With record numbers of baby boomers reaching retirement age, an important question on many people’s minds is how the bear market may negatively affect their plans.
Retiring during a falling market can put you at a significant disadvantage financially. Furthermore, dipping into retirement funds within the first five years of retirement can put you at a higher risk of outliving your savings.
One option, of course, is to simply not retire. Unfortunately, putting off the age at which you retire may not be an option everyone has, or wants. Let’s look at additional planning strategies that can help hedge your financial bets in a down market.

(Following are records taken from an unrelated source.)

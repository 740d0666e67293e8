/**
 * Expressions of temperature, time or depth: "45 - 0.02*T", "20 + 5*sin(2*pi*t/86400)".
 *
 * mathjs parses the text; the tree is then walked against a short list of what is allowed and made into closures over
 * plain numbers. Nothing a person types is ever evaluated by mathjs itself.
 */
import { create, parseDependencies, type MathNode } from 'mathjs/number';
import { CONSTANTS, FUNCTIONS } from './functions';

/** A function of the variables, in the order in which they were named. */
export type Compiled = (values: ArrayLike<number>) => number;

export type ReadExpression =
  { kind: 'expression'; evaluate: Compiled; uses: ReadonlySet<string> } | { kind: 'refused'; message: string };

const MOST_NODES = 200;
const MOST_DEPTH = 40;

/** Made when the first expression is met: most plans have none. */
let parser: ((text: string) => MathNode) | null = null;
function parse(text: string): MathNode {
  parser ??= create({ parseDependencies }).parse as (text: string) => MathNode;
  return parser(text);
}

class Refusal extends Error {}

/** Reads an expression in `variables`; says in plain words what keeps it from being one. */
export function readExpression(text: string, variables: readonly string[]): ReadExpression {
  if (text.trim() === '') return { kind: 'refused', message: 'must not be empty' };
  let tree: MathNode;
  try {
    tree = parse(text);
  } catch {
    return { kind: 'refused', message: `cannot be read as an expression of ${listed(variables)}` };
  }
  const walk: Walk = { variables, uses: new Set(), nodes: 0 };
  try {
    return { kind: 'expression', evaluate: compile(tree, walk, 0), uses: walk.uses };
  } catch (error) {
    if (error instanceof Refusal) return { kind: 'refused', message: error.message };
    throw error;
  }
}

interface Walk {
  variables: readonly string[];
  uses: Set<string>;
  nodes: number;
}

/** The parts of mathjs's nodes that are looked at. */
type Tree = MathNode & {
  value?: unknown;
  name?: string;
  op?: string;
  fn?: { name?: string };
  args?: MathNode[];
  content?: MathNode;
};

function compile(node: MathNode, walk: Walk, depth: number): Compiled {
  if (++walk.nodes > MOST_NODES || depth > MOST_DEPTH) throw new Refusal('is too long to be read as an expression');
  const tree = node as Tree;
  switch (tree.type) {
    case 'ConstantNode':
      return constant(tree.value);
    case 'ParenthesisNode':
      return compile(tree.content as MathNode, walk, depth + 1);
    case 'SymbolNode':
      return symbol(tree.name ?? '', walk);
    case 'OperatorNode':
      return operator(tree.op ?? '', operands(tree, walk, depth));
    case 'FunctionNode':
      return call(tree.fn?.name ?? '', operands(tree, walk, depth));
    default:
      throw new Refusal('may hold numbers, + − * / ^, brackets and functions only');
  }
}

const operands = (tree: Tree, walk: Walk, depth: number): Compiled[] =>
  (tree.args ?? []).map((argument) => compile(argument, walk, depth + 1));

function constant(value: unknown): Compiled {
  if (typeof value !== 'number' || !Number.isFinite(value)) throw new Refusal('may hold finite numbers only');
  return () => value;
}

function symbol(name: string, walk: Walk): Compiled {
  const index = walk.variables.indexOf(name);
  if (index >= 0) {
    walk.uses.add(name);
    return (values) => values[index];
  }
  if (Object.hasOwn(CONSTANTS, name)) return constant(CONSTANTS[name]);
  throw new Refusal(`does not know "${name}"; it may use ${listed([...walk.variables, ...Object.keys(CONSTANTS)])}`);
}

function operator(op: string, args: Compiled[]): Compiled {
  const [a, b] = args;
  if (args.length === 1 && op === '-') return (values) => -a(values);
  if (args.length === 1 && op === '+') return a;
  if (args.length === 2) {
    switch (op) {
      case '+':
        return (values) => a(values) + b(values);
      case '-':
        return (values) => a(values) - b(values);
      case '*':
        return (values) => a(values) * b(values);
      case '/':
        return (values) => a(values) / b(values);
      case '^':
        return (values) => a(values) ** b(values);
    }
  }
  throw new Refusal(`does not know the sign "${op}"`);
}

function call(name: string, args: Compiled[]): Compiled {
  if (!Object.hasOwn(FUNCTIONS, name)) {
    throw new Refusal(`does not know the function "${name}"; it may use ${listed(Object.keys(FUNCTIONS))}`);
  }
  const {
    arguments: [least, most],
    apply,
  } = FUNCTIONS[name];
  if (args.length < least || args.length > most) {
    throw new Refusal(`gives ${name} ${args.length} numbers; it takes ${least === most ? least : `${least} to ${most}`}`);
  }
  if (args.length === 1) {
    const [a] = args;
    return (values) => apply(a(values));
  }
  return (values) => apply(...args.map((argument) => argument(values)));
}

const listed = (names: readonly string[]): string =>
  names.length < 2 ? (names[0] ?? 'numbers') : `${names.slice(0, -1).join(', ')} and ${names[names.length - 1]}`;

Don’t Panic. It is rare for stock markets to lose money over 5-year periods. Keep this long-term perspective in mind when the newscasts are reporting the turmoil in the markets. Additionally, having a balanced, well-diversified portfolio can help minimize market losses and help you keep your peace of mind.

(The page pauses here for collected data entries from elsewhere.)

import { describe, expect, it } from 'vitest';
import type { Exposure, Warning } from '../../../solver/model';
import { createRun } from '../../../solver/stepping';
import { automatic, film, toTheEnd, wall, type StageSpec } from '../../support';

const plate = (length: number, surroundings: number): Exposure => ({
  kind: 'film',
  coefficient: { correlation: 'naturalPlateUp', fluid: 'air', length },
  surroundings,
});
const wind = (velocity: number, surroundings: number): Exposure => ({
  kind: 'film',
  coefficient: { correlation: 'forcedPlate', fluid: 'air', length: 2, velocity },
  surroundings,
});

function warningsOf(stages: StageSpec[]): Warning[] {
  const project = wall({
    layers: [{ thickness: 0.02, conductivity: 45, density: 7850, heatCapacity: 500 }],
    initial: 300,
    stages,
  });
  const run = createRun(automatic(1).under(project), () => undefined);
  expect(toTheEnd(run).reason).toBe('finished');
  return run.warnings().filter(({ code }) => code === 'correlation-range');
}

describe('a run with film correlations', () => {
  it('says nothing where they stay in their ranges', () => {
    expect(warningsOf([{ lasts: 600, start: plate(0.1, 20), end: wind(10, 20) }])).toEqual([]);
  });

  it('says once a face and stage how far one came out of its range, and what it is for', () => {
    const warnings = warningsOf([
      { lasts: 600, start: plate(0.005, 20), end: plate(0.1, 20) },
      { lasts: 600, start: plate(0.005, 20), end: film(10, 20) },
    ]);
    expect(warnings.map(({ place }) => place)).toEqual([
      'cycle.stages[0].exposures.start.coefficient',
      'cycle.stages[1].exposures.start.coefficient',
    ]);
    expect(warnings[0].message).toMatch(
      /^At the start face in stage Stage 0, Ra came to \d+; natural convection on a horizontal plate facing up \(.*Lloyd and Moran 1974\) holds for Ra from 10000 to 1e11\./,
    );
  });

  it('looks where the stage begins, before a step is taken', () => {
    // Once cooled the film temperature is inside the table again.
    const [warning, ...more] = warningsOf([{ lasts: 1, start: wind(10, 5000) }]);
    expect(more).toEqual([]);
    expect(warning.message).toContain('the film temperature came to 2650 °C');
    expect(warning.message).toContain('holds for film temperature from -50 to 2000 °C');
  });

  it('names large numbers by their power of ten', () => {
    const [warning] = warningsOf([{ lasts: 10, end: wind(2000, 20) }]);
    expect(warning.message).toMatch(/Re came to \d\.\d+e8; .* holds for Re up to 1e8\./);
  });
});
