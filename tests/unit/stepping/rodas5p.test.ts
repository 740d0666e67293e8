/**
 * Identities that the coefficients of RODAS5P must keep: a digit lost in copying breaks one of them.
 * Transformed form, Hairer & Wanner, Solving ODEs II, IV.7: Γ = (1/γ I − C)⁻¹, α = a Γ, b = m Γ.
 */
import { describe, expect, it } from 'vitest';
import { COUPLING, DENSE, GAMMA, POINTS, TIMES, TIME_SLOPES } from '../../../solver/stepping/rodas5pCoefficients';
import { denseSolve } from '../../support/solverTools';

const STAGES = 8;
const square = (rows: readonly (readonly number[])[]): number[][] =>
  Array.from({ length: STAGES }, (_, i) => Array.from({ length: STAGES }, (__, j) => rows[i][j] ?? 0));
const product = (a: number[][], b: number[][]): number[][] =>
  a.map((row) => b[0].map((_, j) => row.reduce((sum, value, k) => sum + value * b[k][j], 0)));
const times = (a: number[][], x: readonly number[]): number[] =>
  a.map((row) => row.reduce((sum, value, j) => sum + value * x[j], 0));
const sum = (values: readonly number[]): number => values.reduce((a, b) => a + b, 0);
const dot = (a: readonly number[], b: readonly number[]): number => sum(a.map((value, i) => value * b[i]));

const inverse = square(COUPLING).map((row, i) => row.map((c, j) => (i === j ? 1 / GAMMA : 0) - c));
const columns = Array.from({ length: STAGES }, (_, j) =>
  denseSolve(
    inverse,
    Array.from({ length: STAGES }, (__, i) => Number(i === j)),
  ),
);
/** Γ: lower triangular with γ on its diagonal. */
const gamma = Array.from({ length: STAGES }, (_, i) => columns.map((column) => column[i]));
const alpha = product(square(POINTS), gamma);
const beta = alpha.map((row, i) => row.map((value, j) => value + gamma[i][j]));
/** The step adds the last point's stages and the last stage itself. */
const weights = times(
  gamma[0].map((_, j) => gamma.map((row) => row[j])),
  [...POINTS[7], 1],
);
const ALL = TIMES.map(() => 1);
const square2 = (values: readonly number[]): number[] => values.map((value) => value * value);

describe('the coefficients of RODAS5P', () => {
  it('have nodes that are the row sums of α, and slopes that are those of Γ', () => {
    times(alpha, ALL).forEach((value, i) => expect(value).toBeCloseTo(TIMES[i], 12));
    times(gamma, ALL).forEach((value, i) => expect(value).toBeCloseTo(TIME_SLOPES[i], 11));
  });

  it('have weights that sum to one', () => {
    expect(sum(weights)).toBeCloseTo(1, 12);
  });

  it('keep the conditions up to the fifth order for y′ = f(t)', () => {
    // ∫ t^(p−1) over the step is 1/p. A stage's own time is that of its point, its derivative weighs with the slope.
    for (let p = 2; p <= 5; p++) {
      const stage = TIMES.map((time, i) => time ** (p - 1) + (p - 1) * TIME_SLOPES[i] * 0 ** (p - 2));
      expect(dot(weights, stage)).toBeCloseTo(1 / p, 11);
    }
  });

  it('keep the conditions of the linear trees: b β … β 1 = 1/p!', () => {
    let chain: number[] = ALL;
    let factorial = 1;
    for (let p = 1; p <= 5; p++) {
      factorial *= p;
      expect(dot(weights, chain)).toBeCloseTo(1 / factorial, 11);
      chain = times(beta, chain);
    }
  });

  it('keep the conditions of third and fourth order with a bent f', () => {
    const rowSums = times(alpha, ALL);
    const slopes = times(beta, ALL);
    expect(dot(weights, square2(rowSums))).toBeCloseTo(1 / 3, 11);
    expect(
      dot(
        weights,
        rowSums.map((c, i) => c * times(alpha, slopes)[i]),
      ),
    ).toBeCloseTo(1 / 8, 11);
    expect(dot(weights, times(beta, square2(rowSums)))).toBeCloseTo(1 / 12, 11);
  });

  it('are stiffly accurate: what a step adds is the last row of β', () => {
    weights.forEach((weight, j) => expect(weight).toBeCloseTo(beta[7][j], 12));
  });

  it('damp what is infinitely stiff within one step', () => {
    // Stability function at infinity: 1 − b β⁻¹ 1.
    expect(1 - dot(weights, denseSolve(beta, ALL))).toBeCloseTo(0, 10);
  });

  it('have a dense output that is exact for a constant slope, and right at both ends by construction', () => {
    const transposed = gamma[0].map((_, j) => gamma.map((row) => row[j]));
    for (const row of DENSE) expect(sum(times(transposed, row))).toBeCloseTo(0, 10);
  });

  it('have a dense output of fourth order for y′ = t^(p−1)', () => {
    const transposed = gamma[0].map((_, j) => gamma.map((row) => row[j]));
    for (let p = 2; p <= 4; p++) {
      const stage = TIMES.map((time, i) => time ** (p - 1) + (p - 1) * TIME_SLOPES[i] * 0 ** (p - 2));
      const [k1, k2, k3] = DENSE.map((row) => dot(times(transposed, row), stage));
      for (const x of [0.25, 0.5, 0.8]) {
        expect(x * (1 / p + (1 - x) * (k1 + x * (k2 + x * k3)))).toBeCloseTo(x ** p / p, 10);
      }
    }
  });
});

Cut your withdrawals. If you’re currently taking 4 percent a year from your retirement account, try reducing, at least temporarily, your withdrawals. Careful budgeting may allow you tighten your belt.
Boost your income. You may want to consider taking on a part-time job: there is an abundance of positions that employers would love to fill with mature candidates. Or do an occasional freelance assignment and lend your years of experience to a useful enterprise.
Don’t take the inflation adjustment on your income until you absolutely have to. Try to get by next year on the same dollar amount you withdrew this year. If you can keep this up for two, three or even four years, it could help keep your retirement portfolio on track while markets rebound.
Do not sell all your stocks and reallocate money to “safer” investments. That was the retirement plan embraced by the previous generation. Growth is an important component of your portfolio, and history shows that equity investments are necessary for most retirees to keep pace with the rising costs of living.
Rebalance your portfolio by taking more money out of your investments that have done well and less out of any investments that may have fallen. Evaluate the “losers” – you may want to actually invest in more shares if long-term prospects remain positive. Do this while keeping your intended portfolio mix.
Make little changes, not big ones. If you find you need to make adjustments to any part of your plan, do so in small increments; do not make any dramatic alterations. The market historically rewards those who stick with their investment plans and avoid drastic actions.
Keep your retirement on track. Planning and execution are absolute musts for a sustainable retirement. Meeting with your financial planner on a regular basis can help you monitor your portfolio and be aware of any adjustments you might need to make during a bear market.